Daniel C.R. Benson, a U.S. Fish and Wildlife Service agent and caretaker of St.George details his orders for the evacuation:

“I was first instructed to prepare the village for destruction first that night by placing a pail of gasoline in each house and building, and a charge of dynamite for each other installation such as storage tanks, light plants, trucks, radio transmitters, receivers, antenna masts, etc. The packing of everybody was to be very simple–absolutely nothing but one suitcase per person and a roll of blankets.”


Evacuees of St. Paul Island aboard the U.S. Army transport, Delarof. National Archives, General Records of the Department of the Navy (NARA 80-G-12163)

A petition letter from Unangax women of the Pribolof Islands citing their living conditions at the Funter Bay Evacuation Camp in southeastern Alaska. National Archives


“We the people of this place wants a better place than this to live. This place is no place for a living creature…” ~Petition from group of Unangax women interned at Funtner Bay. The Aleut peoples’ internment at Funter Bay lasted two years under the supervision of the Fish and Wildlife Service, and many did not make it back.

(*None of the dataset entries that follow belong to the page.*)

package loop

import (
	"fmt"
	"strconv"
	"strings"
)

// The enumerations of a Scenario. Each is a Go int whose zero value means
// "not set"; Normalise fills a documented default where one makes sense and
// Validate rejects what stays unset. Their text form (JSON, YAML, flags) is
// the name of the matching value of the fadeloop.v1 proto enum, e.g.
// "INNER_MODE_CLOSED_LOOP", so scenario files read the same in both.

// Placement says how the users of a group are placed around the receiver.
type Placement int

// Placements.
const (
	PlacementUnspecified     Placement = iota // not set; Normalise makes it EXPLICIT when distances_m is given, else UNIFORM_AREA when max_distance_m is
	PlacementExplicit                         // distances_m, one per user
	PlacementUniformDistance                  // evenly spread in distance between min and max, both included
	PlacementUniformArea                      // evenly spread in area over the annulus min..max
)

// Generator selects the fading generator of package fading.
type Generator int

// Generators.
const (
	GeneratorUnspecified    Generator = iota // not set; Normalise makes it GeneratorDefault
	GeneratorDefault                         // fading.GeneratorDefault
	GeneratorSumOfSinusoids                  // fading.GeneratorSumOfSinusoids (Zheng & Xiao 2003)
	GeneratorSpectral                        // fading.GeneratorSpectral (Young & Beaulieu 2000)
)

// PathLossModel selects the distance-dependent path-loss model of a group.
type PathLossModel int

// Path-loss models (all from package fading).
const (
	PathLossUnspecified      PathLossModel = iota // not set; Normalise makes it LOG_DISTANCE 52.9 + 37.6·log10(d/10 m) when no parameter is set
	PathLossFreeSpace                             // Friis free space at the carrier
	PathLossLogDistance                           // L = ref_loss_db + 10·exponent·log10(d/ref_distance_m)
	PathLossHataUrban                             // Okumura-Hata urban, small/medium city
	PathLossHataUrbanLarge                        // Okumura-Hata urban, large city
	PathLossHataSuburban                          // Okumura-Hata suburban
	PathLossHataOpen                              // Okumura-Hata open area
	PathLossCOST231Hata                           // COST-231 Hata, C_m = 0 dB
	PathLossCOST231HataMetro                      // COST-231 Hata metropolitan, C_m = 3 dB
)

// InnerMode is the inner-loop mode.
type InnerMode int

// Inner-loop modes.
const (
	InnerModeUnspecified InnerMode = iota // not set; Normalise makes it CLOSED_LOOP
	InnerModeFixedPower                   // no power control: every user at fixed_power_dbm (the baseline)
	InnerModeIdeal                        // every slot, the joint exact solution of SIR = target for all users (single receiver), within the power limits: the reference bound
	InnerModeClosedLoop                   // measured SIR vs target -> command -> delayed, possibly erroneous update
)

// Command is the closed-loop command type.
type Command int

// Command types.
const (
	CommandUnspecified Command = iota // not set; Normalise makes it FIXED_STEP
	CommandFixedStep                  // one bit: ±step_db (3GPP TS 25.214 §5.1.2.2 algorithm 1 (memory))
	CommandMultiLevel                 // one of levels_db chosen by thresholds_db (3GPP TS 36.213 §5.1.1.1 (memory))
	CommandAdaptive                   // one bit, step step_db·AdaptiveRatio^j, j in [AdaptiveMinExp, AdaptiveMaxExp] = [−2, 2], up on a repeat, down on a reversal (Jayant 1970 one-bit-memory adaptive delta modulation; see control.go)
)

// InitialPower says how a closed-loop user picks its first transmit power.
type InitialPower int

// Initial power rules.
const (
	InitialPowerUnspecified InitialPower = iota // not set; Normalise makes it OPEN_LOOP
	InitialPowerOpenLoop                        // open-loop estimate from the mean path loss, see Controller
	InitialPowerFixed                           // initial_power_dbm
)

// LinkKind is the kind of link curve.
type LinkKind int

// Link curve kinds.
const (
	LinkUnspecified LinkKind = iota // not set; Normalise makes it LOGISTIC
	LinkLogistic                    // BLER(s) = 1/(1+exp((s−threshold_db)/slope_db))
	LinkTable                       // piecewise linear in (SIR dB, log BLER) through table points
)

// EffectiveSIR is the rule that maps a block's per-slot SIRs to one
// effective SIR.
type EffectiveSIR int

// Effective-SIR rules.
const (
	EffectiveSIRUnspecified EffectiveSIR = iota // not set; Normalise makes it LINEAR_MEAN
	EffectiveSIRLinearMean                      // mean of the linear per-slot SIRs
	EffectiveSIREESM                            // exponential effective SIR mapping with eesm_beta
)

// RakeFingers says how the receiver turns a group's tap-delay profile into
// RAKE fingers.
type RakeFingers int

// RAKE finger models.
const (
	RakeFingersUnspecified   RakeFingers = iota // not set; Normalise makes it CHIP_RESOLVED
	RakeFingersChipResolved                     // taps less than one chip apart merge into one finger, at most max_fingers kept (fading.ResolveFingers)
	RakeFingersIdealEveryTap                    // ideal receiver: every tap is its own finger whatever the chip rate, no finger limit
)

var (
	rakeFingersNames = []string{"RAKE_FINGERS_UNSPECIFIED", "RAKE_FINGERS_CHIP_RESOLVED", "RAKE_FINGERS_IDEAL_EVERY_TAP"}
	placementNames   = []string{"PLACEMENT_UNSPECIFIED", "PLACEMENT_EXPLICIT", "PLACEMENT_UNIFORM_DISTANCE", "PLACEMENT_UNIFORM_AREA"}
	generatorNames   = []string{"GENERATOR_UNSPECIFIED", "GENERATOR_DEFAULT", "GENERATOR_SUM_OF_SINUSOIDS", "GENERATOR_SPECTRAL"}
	pathLossNames    = []string{"PATH_LOSS_MODEL_UNSPECIFIED", "PATH_LOSS_MODEL_FREE_SPACE", "PATH_LOSS_MODEL_LOG_DISTANCE",
		"PATH_LOSS_MODEL_HATA_URBAN", "PATH_LOSS_MODEL_HATA_URBAN_LARGE", "PATH_LOSS_MODEL_HATA_SUBURBAN",
		"PATH_LOSS_MODEL_HATA_OPEN", "PATH_LOSS_MODEL_COST231_HATA", "PATH_LOSS_MODEL_COST231_HATA_METRO"}
	innerModeNames    = []string{"INNER_MODE_UNSPECIFIED", "INNER_MODE_FIXED_POWER", "INNER_MODE_IDEAL", "INNER_MODE_CLOSED_LOOP"}
	commandNames      = []string{"COMMAND_UNSPECIFIED", "COMMAND_FIXED_STEP", "COMMAND_MULTI_LEVEL", "COMMAND_ADAPTIVE"}
	initialPowerNames = []string{"INITIAL_POWER_UNSPECIFIED", "INITIAL_POWER_OPEN_LOOP", "INITIAL_POWER_FIXED"}
	linkKindNames     = []string{"LINK_KIND_UNSPECIFIED", "LINK_KIND_LOGISTIC", "LINK_KIND_TABLE"}
	effectiveNames    = []string{"EFFECTIVE_SIR_UNSPECIFIED", "EFFECTIVE_SIR_LINEAR_MEAN", "EFFECTIVE_SIR_EESM"}
)

func enumString(names []string, v int) string {
	if v >= 0 && v < len(names) {
		return names[v]
	}
	return strconv.Itoa(v)
}

// enumParse accepts the proto value name (e.g. COMMAND_ADAPTIVE), the name
// without its type prefix (ADAPTIVE, any case) or its decimal number.
func enumParse(names []string, kind string, text []byte) (int, error) {
	s := string(text)
	prefix := strings.TrimSuffix(names[0], "UNSPECIFIED")
	for i, n := range names {
		if n == s || (i > 0 && n == prefix+strings.ToUpper(s)) {
			return i, nil
		}
	}
	if v, err := strconv.Atoi(s); err == nil && v >= 0 && v < len(names) {
		return v, nil
	}
	return 0, fmt.Errorf("unknown %s %q; allowed values are %s", kind, s, allowed(names))
}

// allowed lists the set values of an enum, "A, B or C" (UNSPECIFIED, which
// means "use the default", is left out).
func allowed(names []string) string {
	set := names[1:]
	switch len(set) {
	case 0:
		return ""
	case 1:
		return set[0]
	}
	return strings.Join(set[:len(set)-1], ", ") + " or " + set[len(set)-1]
}

// defined reports whether v is a set, known value of an enum with len(names) values.
func defined(names []string, v int) bool { return v > 0 && v < len(names) }

// String returns the proto value name of the Placement.
func (v Placement) String() string { return enumString(placementNames, int(v)) }

// MarshalText encodes the Placement as its proto value name.
func (v Placement) MarshalText() ([]byte, error) { return []byte(v.String()), nil }

// UnmarshalText accepts the proto value name or its number.
func (v *Placement) UnmarshalText(b []byte) error {
	x, err := enumParse(placementNames, "placement", b)
	*v = Placement(x)
	return err
}

// String returns the proto value name of the Generator.
func (v Generator) String() string { return enumString(generatorNames, int(v)) }

// MarshalText encodes the Generator as its proto value name.
func (v Generator) MarshalText() ([]byte, error) { return []byte(v.String()), nil }

// UnmarshalText accepts the proto value name or its number.
func (v *Generator) UnmarshalText(b []byte) error {
	x, err := enumParse(generatorNames, "generator", b)
	*v = Generator(x)
	return err
}

// String returns the proto value name of the PathLossModel.
func (v PathLossModel) String() string { return enumString(pathLossNames, int(v)) }

// MarshalText encodes the PathLossModel as its proto value name.
func (v PathLossModel) MarshalText() ([]byte, error) { return []byte(v.String()), nil }

// UnmarshalText accepts the proto value name or its number.
func (v *PathLossModel) UnmarshalText(b []byte) error {
	x, err := enumParse(pathLossNames, "path-loss model", b)
	*v = PathLossModel(x)
	return err
}

// String returns the proto value name of the InnerMode.
func (v InnerMode) String() string { return enumString(innerModeNames, int(v)) }

// MarshalText encodes the InnerMode as its proto value name.
func (v InnerMode) MarshalText() ([]byte, error) { return []byte(v.String()), nil }

// UnmarshalText accepts the proto value name or its number.
func (v *InnerMode) UnmarshalText(b []byte) error {
	x, err := enumParse(innerModeNames, "inner mode", b)
	*v = InnerMode(x)
	return err
}

// String returns the proto value name of the Command.
func (v Command) String() string { return enumString(commandNames, int(v)) }

// MarshalText encodes the Command as its proto value name.
func (v Command) MarshalText() ([]byte, error) { return []byte(v.String()), nil }

// UnmarshalText accepts the proto value name or its number.
func (v *Command) UnmarshalText(b []byte) error {
	x, err := enumParse(commandNames, "command", b)
	*v = Command(x)
	return err
}

// String returns the proto value name of the InitialPower.
func (v InitialPower) String() string { return enumString(initialPowerNames, int(v)) }

// MarshalText encodes the InitialPower as its proto value name.
func (v InitialPower) MarshalText() ([]byte, error) { return []byte(v.String()), nil }

// UnmarshalText accepts the proto value name or its number.
func (v *InitialPower) UnmarshalText(b []byte) error {
	x, err := enumParse(initialPowerNames, "initial power", b)
	*v = InitialPower(x)
	return err
}

// String returns the proto value name of the LinkKind.
func (v LinkKind) String() string { return enumString(linkKindNames, int(v)) }

// MarshalText encodes the LinkKind as its proto value name.
func (v LinkKind) MarshalText() ([]byte, error) { return []byte(v.String()), nil }

// UnmarshalText accepts the proto value name or its number.
func (v *LinkKind) UnmarshalText(b []byte) error {
	x, err := enumParse(linkKindNames, "link kind", b)
	*v = LinkKind(x)
	return err
}

// String returns the proto value name of the EffectiveSIR.
func (v EffectiveSIR) String() string { return enumString(effectiveNames, int(v)) }

// MarshalText encodes the EffectiveSIR as its proto value name.
func (v EffectiveSIR) MarshalText() ([]byte, error) { return []byte(v.String()), nil }

// UnmarshalText accepts the proto value name or its number.
func (v *EffectiveSIR) UnmarshalText(b []byte) error {
	x, err := enumParse(effectiveNames, "effective SIR rule", b)
	*v = EffectiveSIR(x)
	return err
}

// String returns the proto value name of the RakeFingers.
func (v RakeFingers) String() string { return enumString(rakeFingersNames, int(v)) }

// MarshalText encodes the RakeFingers as its proto value name.
func (v RakeFingers) MarshalText() ([]byte, error) { return []byte(v.String()), nil }

// UnmarshalText accepts the proto value name or its number.
func (v *RakeFingers) UnmarshalText(b []byte) error {
	x, err := enumParse(rakeFingersNames, "RAKE finger model", b)
	*v = RakeFingers(x)
	return err
}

Nearly 50 people died from the cold, crowded, difficult and inhumane conditions. Their graves remain in Funter Bay. Read more here.


August 30, 1942: Allied troops land on Adak

The United States took strong initiatives to take back the islands. 4,500 U.S. Army troops secured the island of Adak, to be used as a staging post for the recapture of Kiska. It took only two weeks for Army engineers to construct an airfield on the island, and on September 14, Consolidated B-24 Liberators used the airfield in their raids on Japanese occupied Kiska. There would be repeated bombing campaigns on the island throughout the remainder of the Battle of Attu.


January 12, 1943: US troops land on Amchitka Island


March 26, 1943: Battle of Komandorski Islands

 On March 26, 1943, Japanese ships in the Bering Sea traveled near Russia’s Komandorski Islands (aka Commander Islands) in an attempt to deliver supply reinforcements to Japanese soldiers on Attu. They were intercepted by U.S. Navy forces and after several hours of fighting, the Japanese suddenly withdrew. Japanese soldiers on Attu and Kiska would now haveonly meager and sporadic supply deliveries via submarine for the remainder of their Aleutian occupation.